Date: 2010-07-30 23:53:20 UTC We are switching the links rbx-1<>vss-2 and rbx-2 <> vss-1
Date: 2010-07-30 23:52:48 UTC We modified the MTU configuration of the N5 switches and switched the link rbx-1<>rbx-2 above. The BGP session is actually stable. we are going to switch progressively the other links.
Date: 2010-07-30 23:50:38 UTC the problem is probably due to MTU which is XXXXX managed on N5
the XXXX to replace by \"bad\", \"differently\", etc
Date: 2010-07-30 23:49:03 UTC Lost.
We will return the links back as before and we will forward the bugs to Cisco ...
Date: 2010-07-30 23:47:48 UTC We believe the CRC problems caused by non compatible optics (!?) between Cisco N5 and Cisco 6509 ...
We are retesting.
Date: 2010-07-30 23:45:52 UTC Maintenances are not running well.
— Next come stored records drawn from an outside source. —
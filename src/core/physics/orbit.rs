//! Two-body orbit relations: osculating elements from an inertial state,
//! circular and vis-viva speeds, and the launch azimuth that reaches a target
//! inclination from a launch latitude.
//!
//! Owns Keplerian bookkeeping only; it does not propagate orbits and has no
//! Earth model beyond the reference radius [`WGS84_A_M`] used for apsis
//! altitudes (report convention: altitude of an apsis = r − 6378.137 km).
//! Units: metres, seconds, radians; μ in m³/s².
//!
//! # References
//! - H. D. Curtis, *Orbital Mechanics for Engineering Students*, Algorithm 4.2
//!   (elements from state vector), Example 4.3.
//! - D. A. Vallado, *Fundamentals of Astrodynamics and Applications*, 4th ed.,
//!   2013, Algorithm 9 (RV2COE) and Example 2-5; §6.4.1 (launch azimuth, from memory).
//! - Kluever, *Space Flight Dynamics*, Example 3.3 (inertial launch azimuth).

use super::earth::WGS84_A_M;
use nalgebra::Vector3;
use std::f64::consts::{FRAC_PI_2, PI, TAU};

/// Below this eccentricity the orbit is treated as circular (ω := 0).
/// Same order as the `small` of Vallado's RV2COE.
const CIRCULAR_ECCENTRICITY: f64 = 1e-10;
/// Below this sin i (or above for sin of a near-180° i) the orbit is treated as
/// equatorial (Ω := 0).
const EQUATORIAL_SIN_INCLINATION: f64 = 1e-10;

/// Osculating two-body elements of an inertial state.
///
/// Conventions for the singular cases (Vallado RV2COE, with angles measured in
/// the direction of motion, i.e. right-handed about the angular momentum h):
/// - equatorial (sin i < 1e-10): `raan_rad` = 0 and the inertial x axis replaces
///   the ascending node, so `arg_perigee_rad` is the longitude of periapsis;
/// - circular (e < 1e-10): `arg_perigee_rad` = 0 and `true_anomaly_rad` is
///   measured from the node (argument of latitude u), or from the x axis when
///   also equatorial (true longitude);
/// - rectilinear (h = 0, e.g. vertical flight from a pole): the plane is
///   undefined, so h is taken along +z (equatorial conventions);
/// - r = 0: all fields are 0.
///
/// All angles are in [0, 2π) except `inclination_rad` in [0, π].
#[derive(Debug, Clone, Copy, PartialEq)]
pub struct Elements {
    /// Semi-major axis a = −μ/(2ε), m; negative for hyperbolic, `f64::INFINITY`
    /// for parabolic (ε = 0 exactly).
    pub semi_major_axis_m: f64,
    /// Eccentricity e = |e|, dimensionless.
    pub eccentricity: f64,
    /// Inclination i, rad, in [0, π].
    pub inclination_rad: f64,
    /// Right ascension of the ascending node Ω, rad (0 for equatorial orbits).
    pub raan_rad: f64,
    /// Argument of periapsis ω, rad (longitude of periapsis when equatorial, 0 when circular).
    pub arg_perigee_rad: f64,
    /// True anomaly ν, rad (argument of latitude or true longitude when circular).
    pub true_anomaly_rad: f64,
    /// Specific angular momentum |r × v|, m²/s.
    pub specific_angular_momentum_m2_s: f64,
    /// Semi-latus rectum p = h²/μ, m.
    pub semi_latus_rectum_m: f64,
    /// Periapsis radius r_p = p/(1 + e), m.
    pub perigee_radius_m: f64,
    /// Apoapsis radius r_a = 2a − r_p, m; `f64::INFINITY` when e ≥ 1 or ε ≥ 0.
    pub apogee_radius_m: f64,
}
We have the CRC between the routers. We returned to the initial setting. With more pains because of bugs:
rbx-99-6k#sh inter ten 9/1
[...]
30 second output rate 90000 bits/sec, 98 packets/sec
[...]
No way to pass the traffic.
rbx-99-6k#conf t
Enter configuration commands, one per line. End with CNTL/Z.
rbx-99-6k(config)#inter ten 9/1
rbx-99-6k(config-if)#shutdown
rbx-99-6k(config-if)#no shutdown
rbx-99-6k#sh inter ten 9/1
[...]
30 second output rate 2345596000 bits/sec, 384765 packets/sec
[...]
This is what we call a nice bug which wastes 2h at night.